Some of the parameters which show significant differences in our study are as scholarship holder students with gender-wise; difference gender-wise about their career dreams; between gender-wise percentages obtained at UG level, between region-wise percentages obtained at UG level by the students; between age group-wise obtained scholarships; between age group-wise obtained UG Percentage; students and their father’s education; students and their father’s job; between gender-wise and their mother’s education; age-wise and their family size; age-wise and part-time job; region-wise and father’s education; region-wise and family size; students place of living and self library. Further, we have made analysis using chi-square Tests with the help of SPSS 22.0 software [15] and found some significant results. These are represented in the form of tables. According to region-wise study with respect to variables like place of living, do they have their own PC? Do they use internet? How much free time they have for study? It was surprising to note that there are significant differences with respect to student’s living places. These differences came because of student’s awareness to use internet. Our students are from computer science field, and hence, it is expected that they must frequently use internet. From our experimental analysis, it is found to be true. While dealing with students free time for study perspective, it has been observed that there is significant enough good time is available for study. It was assumed that in due course of studentship, he/she may get sufficient time for study rather than doing any other work. This particularly holds true as the Nanded region is not a metro city or an industrial hub. When we did gender-wise study with a variable, how much scholarship they get? It is observed that there is significance difference. Male students get more scholarship than female students. Also, we found significance among gender-wise difference in their place of living. Most of the female students preferred to live at own home or in hostels due to safety issues. Tables 1234 and 5 show these results.
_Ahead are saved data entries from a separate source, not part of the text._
// Speed of the computing core: seeded fields, medians of processor time, one JSON object on the last line.
//   npm run bench                      everything, some minutes
//   npm run bench -- --quick           the shorter ones on fewer suns, under a minute
//   npm run bench -- --only alike.     only figures whose name begins so
//   npm run bench -- --record          writes tests/bench/recorded.json as well
// Each figure is shown beside the last run on this machine (.data/bench.json) and beside the recorded one.
import { mkdir, readFile, writeFile } from 'node:fs/promises';
import { availableParallelism, cpus, totalmem } from 'node:os';
import { fileURLToPath, pathToFileURL } from 'node:url';
import { parseArgs } from 'node:util';
import { build } from 'vite';

const root = fileURLToPath(new URL('..', import.meta.url));
const bundleDir = `${root}.data/bench`;
const lastFile = `${root}.data/bench.json`;
const recordedFile = `${root}tests/bench/recorded.json`;

const { values: options } = parseArgs({
	options: {
		quick: { type: 'boolean', default: false },
		record: { type: 'boolean', default: false },
		only: { type: 'string', default: '' }
	}
});
if (options.record && (options.quick || options.only)) {
	console.error('--record takes a whole run: leave --quick and --only away.');
	process.exit(2);
}

const began = performance.now();
await mkdir(bundleDir, { recursive: true });
// Bundled first: module wrappers of a development server would be measured otherwise.
await build({
	configFile: false,
	root,
	logLevel: 'warn',
	build: {
		outDir: bundleDir,
		emptyOutDir: true,
		target: 'node20',
		minify: false,
		lib: {
			entry: { run: `${root}tests/bench/run.ts`, child: `${root}tests/bench/child.ts` },
			formats: ['es']
		},
		rolldownOptions: {
			external: [/^node:/, 'three', 'three-mesh-bvh', 'polyclip-ts'],
			output: { entryFileNames: '[name].mjs', chunkFileNames: '[name].mjs' }
		}
	}
});

/** @param {string} file @returns {Promise<Record<string, number>>} */
async function figuresOf(file) {
	try {
		return JSON.parse(await readFile(file, 'utf8')).figures ?? {};
	} catch (error) {
		if (/** @type {NodeJS.ErrnoException} */ (error).code !== 'ENOENT')
			console.log(
				`${file} cannot be read (${/** @type {Error} */ (error).message}): nothing to compare with.`
			);
		return {};
	}
}

/** @type {Record<string, string>} */
const UNITS = {
	ms: 'ms',
	tableSunsPerS: 'tables x suns/s',
	mb: 'MB',
	meanErrorPercent: '% of the table, mean error',
	maxErrorPercent: '% of the table, largest error',
	timesSlower: 'times slower than the core',
	ofNative: 'of the native twin',
	threadGain: 'times faster on two threads'
};

/** @param {string} name */
function unitOf(name) {
	const last = name.slice(name.lastIndexOf('.') + 1);
	return UNITS[last] ?? (last.endsWith('Ms') ? 'ms' : last);
}

/** @param {number | undefined} before @param {number} now @param {string} word */
function beside(before, now, word) {
	if (before === undefined) return null;
	const change =
		before === 0 ? '' : `, ${now >= before ? '+' : ''}${((100 * now) / before - 100).toFixed(0)} %`;
	return `${word} ${before}${change}`;
}

const last = await figuresOf(lastFile);
const recorded = await figuresOf(recordedFile);
const { measure } = await import(`${pathToFileURL(`${bundleDir}/run.mjs`).href}?${Date.now()}`);
let group = '';
const figures = await measure({
	quick: options.quick,
	only: options.only,
	folder: bundleDir,
	sources: `${root}tests/bench`,
	say: (/** @type {string} */ line) => console.log(line),
	figure: (/** @type {string} */ name, /** @type {number} */ value, /** @type {string} */ note) => {
		const effect = name.slice(0, name.indexOf('.'));
		if (effect !== group) console.log(`\n${effect}`);
		group = effect;
		const compared = [beside(last[name], value, 'last'), beside(recorded[name], value, 'recorded')]
			.filter((part) => part !== null)
			.join('; ');
		console.log(
			`${name} ${value} ${unitOf(name)}${compared ? ` (${compared})` : ''}${note ? ` ${note}` : ''}`
		);
	}
});

const machine = {
	processor: cpus()[0]?.model ?? 'unknown',
	cores: availableParallelism(),
	memoryGb: Math.round(totalmem() / 2 ** 30),
	node: process.version
};
// Figures that this run did not take keep their last value.
await writeFile(lastFile, `${JSON.stringify({ machine, figures: { ...last, ...figures } }, null, '\t')}\n`);
if (options.record) await writeFile(recordedFile, `${JSON.stringify({ machine, figures }, null, '\t')}\n`);
console.log(
	`\n${Object.keys(figures).length} figures in ${((performance.now() - began) / 1000).toFixed(0)} s on ${machine.cores} cores, Node ${machine.node}`
);
console.log(JSON.stringify({ figures }));
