import type { Run } from '$lib/schema/run';
import { runs } from '../db/schema';
import { currentHash } from './current-input';

/** Columns of a run that are told: all but the input. */
export const runColumns = {
	id: runs.id,
	projectId: runs.projectId,
	kind: runs.kind,
	status: runs.status,
	progress: runs.progress,
	stage: runs.stage,
	layoutId: runs.layoutId,
	layoutRevision: runs.layoutRevision,
	plotRevision: runs.plotRevision,
	year: runs.year,
	stepMinutes: runs.stepMinutes,
	treeYears: runs.treeYears,
	energy: runs.energy,
	inputHash: runs.inputHash,
	coreVersion: runs.coreVersion,
	createdAt: runs.createdAt,
	startedAt: runs.startedAt,
	finishedAt: runs.finishedAt,
	computeMs: runs.computeMs,
	error: runs.error
};

export type RunRow = Pick<typeof runs.$inferSelect, keyof typeof runColumns>;

/** A run as it is told; out of date when the same run asked for now would compute from something else. */
export async function runView(row: RunRow): Promise<Run> {
	const hash = await currentHash(row.layoutId, row.kind, row);
	return {
		...row,
		createdAt: row.createdAt.toISOString(),
		startedAt: row.startedAt?.toISOString() ?? null,
		finishedAt: row.finishedAt?.toISOString() ?? null,
		outOfDate: hash !== row.inputHash
	};
}
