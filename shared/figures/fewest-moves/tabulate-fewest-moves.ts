import type { FewestMovesRequest, FewestMovesResult } from "../../schemas/fewest-moves.ts";
import {
  numberCell,
  numberColumn,
  signedCell,
  textCell,
  textColumn,
  type FigureTable,
} from "../figure-table.ts";
import { tabulateFoundAndPredicted } from "../move-sheet/tabulate-predicted.ts";
import { decimalsAcross, decimalsFor } from "../write-number.ts";

/** Which parts move, and how far at every support; what each costs. */
export function tabulateChoice(
  { units, components }: FewestMovesRequest,
  result: FewestMovesResult,
): FigureTable {
  const decimals = decimalsFor(
    result.components.flatMap(({ moves }) => moves.flatMap(({ h, v }) => [h, v])),
    decimalsAcross(units.offset),
  );
  const costOf = new Map(components.map(({ id, cost }) => [id, cost ?? 1]));
  return {
    caption: "Parts to move",
    columns: [
      textColumn("component"),
      textColumn("moves"),
      numberColumn("cost", null),
      textColumn("support"),
      numberColumn("h", units.offset),
      numberColumn("v", units.offset),
    ],
    rows: result.components.flatMap(({ id, moved, fixed, moves }) => {
      const part = [
        textCell(id),
        textCell(moved ? "moves" : fixed ? "may not" : "stays"),
        numberCell(costOf.get(id), 3),
      ];
      if (!moved) return [[...part, textCell("–"), signedCell(null, decimals), signedCell(null, decimals)]];
      return moves.map(({ support, h, v }) => [
        ...part,
        textCell(support),
        signedCell(h, decimals),
        signedCell(v, decimals),
      ]);
    }),
  };
}

/** Where the new axis runs at the reference stations; null where none floats. */
export function tabulateFloat(
  { units, reference = [] }: FewestMovesRequest,
  { axis }: FewestMovesResult,
): FigureTable | null {
  if (axis.float.length === 0) return null;
  const decimals = decimalsFor(
    axis.float.flatMap(({ h, v }) => [h, v]),
    decimalsAcross(units.offset),
  );
  const range = (id: string, plane: "h" | "v") => {
    const [least = 0, most = 0] = reference.find((each) => each.id === id)?.float?.[plane] ?? [];
    return textCell(`${least.toFixed(decimals)} to ${most.toFixed(decimals)}`);
  };
  return {
    caption: "The new axis, from the one surveyed",
    columns: [
      textColumn("reference"),
      numberColumn("h", units.offset),
      { heading: "within", unit: units.offset, align: "end" },
      numberColumn("v", units.offset),
      { heading: "within", unit: units.offset, align: "end" },
    ],
    rows: axis.float.map(({ id, h, v }) => [
      textCell(id),
      signedCell(h, decimals),
      range(id, "h"),
      signedCell(v, decimals),
      range(id, "v"),
    ]),
  };
}

/** Every station as found, from the axis as surveyed, and after the moves, from the new one. */
export function tabulateFewestPredicted(
  { units, stations }: FewestMovesRequest,
  { infeasible, axis, predicted }: FewestMovesResult,
): FigureTable {
  return tabulateFoundAndPredicted({
    caption: infeasible
      ? "Deviations as found"
      : "Deviations as found, and after the moves from the new axis",
    judged: infeasible ? "as found" : "predicted",
    units,
    stations,
    references: new Set(axis.float.map(({ id }) => id)),
    predicted,
  });
}
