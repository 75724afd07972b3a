import { spawnSync } from 'node:child_process';
import { mkdtempSync, rmSync, writeFileSync } from 'node:fs';
import { tmpdir } from 'node:os';
import { join } from 'node:path';
import { fileURLToPath } from 'node:url';
import { afterAll, expect, test } from 'vitest';
import type { Creep, Refit } from '@/paving/creep/creep-types';
import { fit } from '@/paving/fit/fit';
import { fitJoints } from '@/paving/fit/joint-range';
import { layFloor } from '@/paving/laying';
import { floorReport } from '@/paving/report';
import { setOut } from '@/paving/set-out/set-out';
import { setOutWritten } from '@/paving/set-out/set-out-written';
import { levelsReport } from '@/takeoff/levels-report';
import { takeOff } from '@/takeoff/take-off';
import { documentOf, parsed } from '../../oracle/documents';

const root = fileURLToPath(new URL('../../../', import.meta.url));
const folder = mkdtempSync(join(tmpdir(), 'layout-command-'));
afterAll(() => rmSync(folder, { recursive: true }));

function layout(args: string[], input = '') {
  const { status, stdout, stderr } = spawnSync(
    process.execPath,
    ['--import', 'tsx', 'scripts/layout.ts', ...args],
    { cwd: root, input, encoding: 'utf8' },
  );
  return { status, stdout, stderr };
}

function fileOf(name: string, text: string): string {
  const file = join(folder, name);
  writeFileSync(file, text);
  return file;
}

const good = JSON.stringify(documentOf({}));
const report = floorReport(layFloor(parsed(documentOf({}))));

test('report prints the report as JSON and nothing else, from a file or standard input', () => {
  const fromFile = layout(['report', fileOf('good.json', good)]);
  expect(fromFile).toMatchObject({ status: 0, stderr: '' });
  expect(JSON.parse(fromFile.stdout)).toEqual(report);
  const fromInput = layout(['report', '-'], good);
  expect(fromInput).toMatchObject({ status: 0, stderr: '', stdout: fromFile.stdout });
});

test('levels prints volumes, pegs, screed board and advice as JSON, and takes no option', () => {
  const { status, stdout, stderr } = layout(['levels', '-'], good);
  expect({ status, stderr }).toEqual({ status: 0, stderr: '' });
  expect(JSON.parse(stdout)).toEqual(
    JSON.parse(JSON.stringify(levelsReport(parsed(documentOf({}))))),
  );
  expect(layout(['levels', '-', '--loud'], good)).toMatchObject({ status: 2, stdout: '' });
});

test('survey prints points and tapes by name, and refuses a layout without one', () => {
  const lengths = [4000, 3000, 4000, 3000, 5000, 5000];
  const pairs = [
    [0, 1],
    [1, 2],
    [2, 3],
    [3, 0],
    [0, 2],
    [1, 3],
  ];
  const survey = {
    rings: [{ corners: 4 }],
    sketch: [
      [0, 0],
      [1, 0],
      [1, 1],
      [0, 1],
    ],
    tapes: pairs.map(([from, to], n) => ({ from, to, length: lengths[n] })),
  };
  const { status, stdout, stderr } = layout(
    ['survey', '-'],
    JSON.stringify({ ...documentOf({}), survey }),
  );
  expect({ status, stderr }).toEqual({ status: 0, stderr: '' });
  // 3, 4 and 5 make a right angle (FAO Training manual 2, ch. 4.1), so both diagonals agree.
  const printed = JSON.parse(stdout);
  expect(printed).toMatchObject({ state: 'agrees', spare: 1, doubts: [], telling: null });
  expect(printed.tapes[4]).toMatchObject({ tape: 'A – C', read: 5000 });
  expect(Math.abs(printed.tapes[4].off)).toBeLessThan(1e-6);
  const none = layout(['survey', '-'], good);
  expect(none).toMatchObject({ status: 2, stdout: '' });
  expect(none.stderr).toContain('no tape survey');
});

test('take-off prints the take-off as JSON, without prices', () => {
  const { status, stdout, stderr } = layout(['take-off', '-'], good);
  expect({ status, stderr }).toEqual({ status: 0, stderr: '' });
  const laying = layFloor(parsed(documentOf({})));
  expect(JSON.parse(stdout)).toEqual(JSON.parse(JSON.stringify(takeOff(laying, report, null))));
  expect(layout(['take-off', '-', '--loud'], good)).toMatchObject({ status: 2, stdout: '' });
});

test('fit prints the fit as JSON, at a turn, over a range of turns, as held, and with joints', () => {
  const document = parsed(documentOf({}));
  const printed = (...options: string[]): unknown => {
    const { status, stdout, stderr } = layout(['fit', '-', ...options], good);
    expect({ status, stderr }).toEqual({ status: 0, stderr: '' });
    return JSON.parse(stdout);
  };
  expect(printed()).toEqual(fit(document));
  const turn = { from: 0, to: 90, step: 45 };
  const between = [
    [0, 1],
    [0, 3],
  ] as const;
  const hold = [{ edge: [0, 0] as const }, { between }];
  expect(
    printed('--turn', '0:90:45', '--hold', '0:0', '--between', '0:1,0:3', '--joint', '2:4:1'),
  ).toEqual({
    ...fit(document, { turn, hold }),
    joints: (fitJoints(document, { from: 2, to: 4, step: 1 }, hold) as { joints: unknown }).joints,
  });
});

test.each([
  ['a range of turns that ends before it begins', ['--turn', '90:0:1'], 'not a range of turns'],
  ['an edge that is none', ['--hold', 'AB'], 'is not an edge; write RING:EDGE'],
  ['one edge to be centred between', ['--between', '0:1'], 'is not two edges'],
  ['holds that run the same way', ['--hold', '0:0', '--hold', '0:2'], 'parallel'],
  ['joints without a step', ['--joint', '2:5'], 'is not a range of joints'],
  ['joints that run backwards', ['--joint', '5:2:1'], 'narrower to the wider'],
  ['another option', ['--best', '1'], 'takes no option "--best"'],
])('fit refuses %s, says why and exits with 2', (_, options, words) => {
  const { status, stdout, stderr } = layout(['fit', '-', ...options], good);
  expect({ status, stdout }).toEqual({ status: 2, stdout: '' });
  expect(stderr).toContain(words);
});

test('a document that is not valid prints each error with its path and exits with 2', () => {
  const bad = { ...documentOf({}), clearance: -1, display: 'cubits' };
  const { status, stdout, stderr } = layout(['report', '-'], JSON.stringify(bad));
  expect({ status, stdout }).toEqual({ status: 2, stdout: '' });
  const lines = stderr.trim().split('\n');
  expect(lines).toHaveLength(2);
  expect(lines[0]).toMatch(/^display: /);
  expect(lines[1]).toMatch(/^clearance: /);
});

test.each([
  ['a file that is not there', ['report', join(folder, 'none.json')], '', 'there is no file'],
  ['what is not JSON', ['report', '-'], '{"schema": ', 'is not JSON'],
  ['nothing at all on standard input', ['report', '-'], '', 'is not JSON'],
  ['a folder', ['report', folder], '', 'cannot read'],
  ['no arguments', [], '', 'report FILE|-'],
  ['a task that there is not', ['polish', '-'], '', 'there is no task "polish"'],
  ['an option that there is not', ['report', '-', '--loud'], good, '--loud'],
])('%s exits with 2 and says so', (_, args, input, words) => {
  const { status, stdout, stderr } = layout(args, input);
  expect({ status, stdout }).toEqual({ status: 2, stdout: '' });
  expect(stderr).toContain(words);
});

test('set-out prints datums, points, courses and checks as JSON', () => {
  const { status, stdout, stderr } = layout(['set-out', '-'], good);
  expect({ status, stderr }).toEqual({ status: 0, stderr: '' });
  const found = setOut(layFloor(parsed(documentOf({}))));
  expect(JSON.parse(stdout)).toEqual(setOutWritten(found, 'metric'));
  expect(stdout).toContain('a 3\u202f000\u202fmm straightedge');
});

test('creep says what ten units laid tight come to on this floor', () => {
  const { status, stdout, stderr } = layout(
    ['creep', '-', '--measure', 'a:length:10:4506', '--joints', '2:4'],
    good,
  );
  expect({ status, stderr }).toEqual({ status: 0, stderr: '' });
  const found = JSON.parse(stdout) as Creep;
  expect(found.units[0].lengthGrowth).toBeCloseTo(0.6, 9);
  expect(found.joints).toMatchObject({ least: 2, greatest: 4 });
});

test('creep reckons from the courses that are laid, by their numbers', () => {
  const held = (laid: string) => {
    const { status, stdout, stderr } = layout(
      ['creep', '-', '--measure', 'a:length:10:4506', '--laid', laid],
      good,
    );
    expect({ status, stderr }).toEqual({ status: 0, stderr: '' });
    return (JSON.parse(stdout) as Creep).heldCourse;
  };
  const { length } = setOut(layFloor(parsed(documentOf({})))).courses;
  expect(held('1-3')).toBe(1);
  expect(held(`${length - 1},${length}`)).toBe(length);
  expect(layout(['creep', '-', '--laid', `1-${length + 1}`], good)).toMatchObject({
    status: 2,
    stdout: '',
    stderr: `there is no course ${length + 1}; they are numbered from 1 to ${length}\n`,
  });
});

test('a reader that has enough of the answer before its end is no fault', () => {
  // Far more than a pipe holds (64 kB), so that the rest meets a closed pipe.
  const units = [{ id: 'a', name: 'Sett', length: 50, width: 50, thickness: 50 }];
  const many = documentOf({ units, bond: { kind: 'stack', unit: 'a', joint: 3 } });
  expect(JSON.stringify(setOut(layFloor(parsed(many)))).length).toBeGreaterThan(100_000);
  const file = fileOf('setts.json', JSON.stringify(many));
  const { stdout, stderr } = spawnSync(
    'sh',
    ['-c', `"$0" --import tsx scripts/layout.ts set-out "$1" | head -c 20`, process.execPath, file],
    { cwd: root, encoding: 'utf8' },
  );
  expect(stdout).toHaveLength(20);
  expect(stderr).toBe('');
});

test('refit holds the courses laid and gives the joint and the floor for the rest', () => {
  const { status, stdout, stderr } = layout(
    ['refit', '-', '--measure', 'a:length:10:4506', '--laid', '1-2', '--offset', '-3'],
    good,
  );
  expect({ status, stderr }).toEqual({ status: 0, stderr: '' });
  const found = JSON.parse(stdout) as Refit;
  expect(found.courses[0].number).toBe(3);
  expect(layFloor(parsed(found.document)).laid.count).toBeGreaterThan(0);
});

test.each([
  ['creep', ['--measure', 'a:height:10:4500'], 'UNIT:SIDE:COUNT:TOTAL'],
  ['refit', ['--laid', '99'], 'no course 99'],
  ['set-out', ['--loud'], 'takes no option'],
])('%s %j exits with 2 and says what would do', (task, options, words) => {
  const { status, stdout, stderr } = layout([task, '-', ...options], good);
  expect({ status, stdout }).toEqual({ status: 2, stdout: '' });
  expect(stderr).toContain(words);
});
Table 1 Chi-square tests analysis for region versus students having self PC
Table 2 Chi-square tests analysis for region versus place of living
Table 3 Chi-square tests analysis for region versus free time to study
Table 4 Chi-square tests analysis for region versus students having self PC
Table 5 Chi-square tests analysis for gender versus place of living

3 Conclusion

The performance of the student is fuzzy terms and it is affected by many parameters. In this study, our data reveal that it is due to the social and economical condition of students. However, no scientific evidences were there for such outcome. The study took it as challenge and it has been discovered that the student’s performance mere did not depend on his/her studious nature. This paper shows effective use of academic analytics in terms of descriptive statistics. Here, we have applied canonical correlation analysis and chi-square test to test the significance among the stated objectives and assumptions. We have finally discovered new variables, which otherwise were invisible that hampers performance of students.